Everything in the listing below should be repeated exactly.

Record extracts below:

// The daemon's pools by name. A pool is created on first use, with the mode and limits the
// config declares for that name or else the default ones. Declared pools are reserved against
// the daemon's cap on pools: pools the config does not name share the slots left over
// (may_create), so a flood of throwaway names cannot take a declared pool's place.
#pragma once

#include <map>
#include <memory>
#include <string>
#include <vector>

#include "yoke/pool.h"

namespace yoke::daemon {

struct PoolSettings {
  Mode mode = Mode::max_weight;
  PoolLimits limits;
  Weight churn_bonus = 0;  // Pool's churn control; 0: none
};

// Throws InputError when the engine refuses `settings` (limits out of its ranges, or weights
// that cannot stay exact with the mode, the vertices and the churn bonus): the check a pool
// made with them would make, run at start-up instead of at the first batch.
void check_pool_settings(const PoolSettings& settings);

class PoolRegistry {
 public:
  // Throws InputError when a declared or the default setting cannot be kept exact.
  PoolRegistry(PoolSettings defaults, std::map<std::string, PoolSettings> declared);

  // The pool called `name`, created now if it does not exist yet.
  Pool& pool(const std::string& name);
  // nullptr when no pool has that name yet.
  Pool* find(const std::string& name);
  // Replaces (or creates) a pool, as recovery does with a restored snapshot.
  void put(const std::string& name, std::unique_ptr<Pool> pool);
  // Removes the pool called `name` and returns it (nullptr when there is none), for a daemon
  // that stops serving it. O(log pools).
  std::unique_ptr<Pool> erase(const std::string& name);
  // Names of the existing pools, sorted.
  std::vector<std::string> names() const;
  std::size_t size() const { return pools_.size(); }
  const PoolSettings& settings_for(const std::string& name) const;
  // A new, empty pool with the settings `name` takes, not registered (put() registers it).
  std::unique_ptr<Pool> make_aside(const std::string& name) const;

  bool is_declared(const std::string& name) const { return declared_.contains(name); }
  std::size_t declared_count() const { return declared_.size(); }
  // Existing pools that the config does not declare. O(1).
  std::size_t undeclared_size() const { return undeclared_; }
  // Whether a pool called `name` may be created under a cap of `max_pools`: a declared pool
  // always (its slot is reserved; the config holds at most max_pools of them), another one
  // while fewer than max_pools - declared_count() undeclared pools exist. O(log declared).
  bool may_create(const std::string& name, std::size_t max_pools) const;

 private:
  PoolSettings defaults_;
  std::map<std::string, PoolSettings> declared_;
  std::map<std::string, std::unique_ptr<Pool>> pools_;  // ordered: names() is deterministic
  std::size_t undeclared_ = 0;  // pools_ entries whose names declared_ does not hold
};

}  // namespace yoke::daemon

End of Record extracts.

Answer to the exercise:
// The daemon's pools by name. A pool is created on first use, with the mode and limits the
// config declares for that name or else the default ones. Declared pools are reserved against
// the daemon's cap on pools: pools the config does not name share the slots left over
// (may_create), so a flood of throwaway names cannot take a declared pool's place.
#pragma once

#include <map>
#include <memory>
#include <string>
#include <vector>

#include "yoke/pool.h"

namespace yoke::daemon {

struct PoolSettings {
  Mode mode = Mode::max_weight;
  PoolLimits limits;
  Weight churn_bonus = 0;  // Pool's churn control; 0: none
};

// Throws InputError when the engine refuses `settings` (limits out of its ranges, or weights
// that cannot stay exact with the mode, the vertices and the churn bonus): the check a pool
// made with them would make, run at start-up instead of at the first batch.
void check_pool_settings(const PoolSettings& settings);

class PoolRegistry {
 public:
  // Throws InputError when a declared or the default setting cannot be kept exact.
  PoolRegistry(PoolSettings defaults, std::map<std::string, PoolSettings> declared);

  // The pool called `name`, created now if it does not exist yet.
  Pool& pool(const std::string& name);
  // nullptr when no pool has that name yet.
  Pool* find(const std::string& name);
  // Replaces (or creates) a pool, as recovery does with a restored snapshot.
  void put(const std::string& name, std::unique_ptr<Pool> pool);
  // Removes the pool called `name` and returns it (nullptr when there is none), for a daemon
  // that stops serving it. O(log pools).
  std::unique_ptr<Pool> erase(const std::string& name);
  // Names of the existing pools, sorted.
  std::vector<std::string> names() const;
  std::size_t size() const { return pools_.size(); }
  const PoolSettings& settings_for(const std::string& name) const;
  // A new, empty pool with the settings `name` takes, not registered (put() registers it).
  std::unique_ptr<Pool> make_aside(const std::string& name) const;

  bool is_declared(const std::string& name) const { return declared_.contains(name); }
  std::size_t declared_count() const { return declared_.size(); }
  // Existing pools that the config does not declare. O(1).
  std::size_t undeclared_size() const { return undeclared_; }
  // Whether a pool called `name` may be created under a cap of `max_pools`: a declared pool
  // always (its slot is reserved; the config holds at most max_pools of them), another one
  // while fewer than max_pools - declared_count() undeclared pools exist. O(log declared).
  bool may_create(const std::string& name, std::size_t max_pools) const;

 private:
  PoolSettings defaults_;
  std::map<std::string, PoolSettings> declared_;
  std::map<std::string, std::unique_ptr<Pool>> pools_;  // ordered: names() is deterministic
  std::size_t undeclared_ = 0;  // pools_ entries whose names declared_ does not hold
};

}  // namespace yoke::daemon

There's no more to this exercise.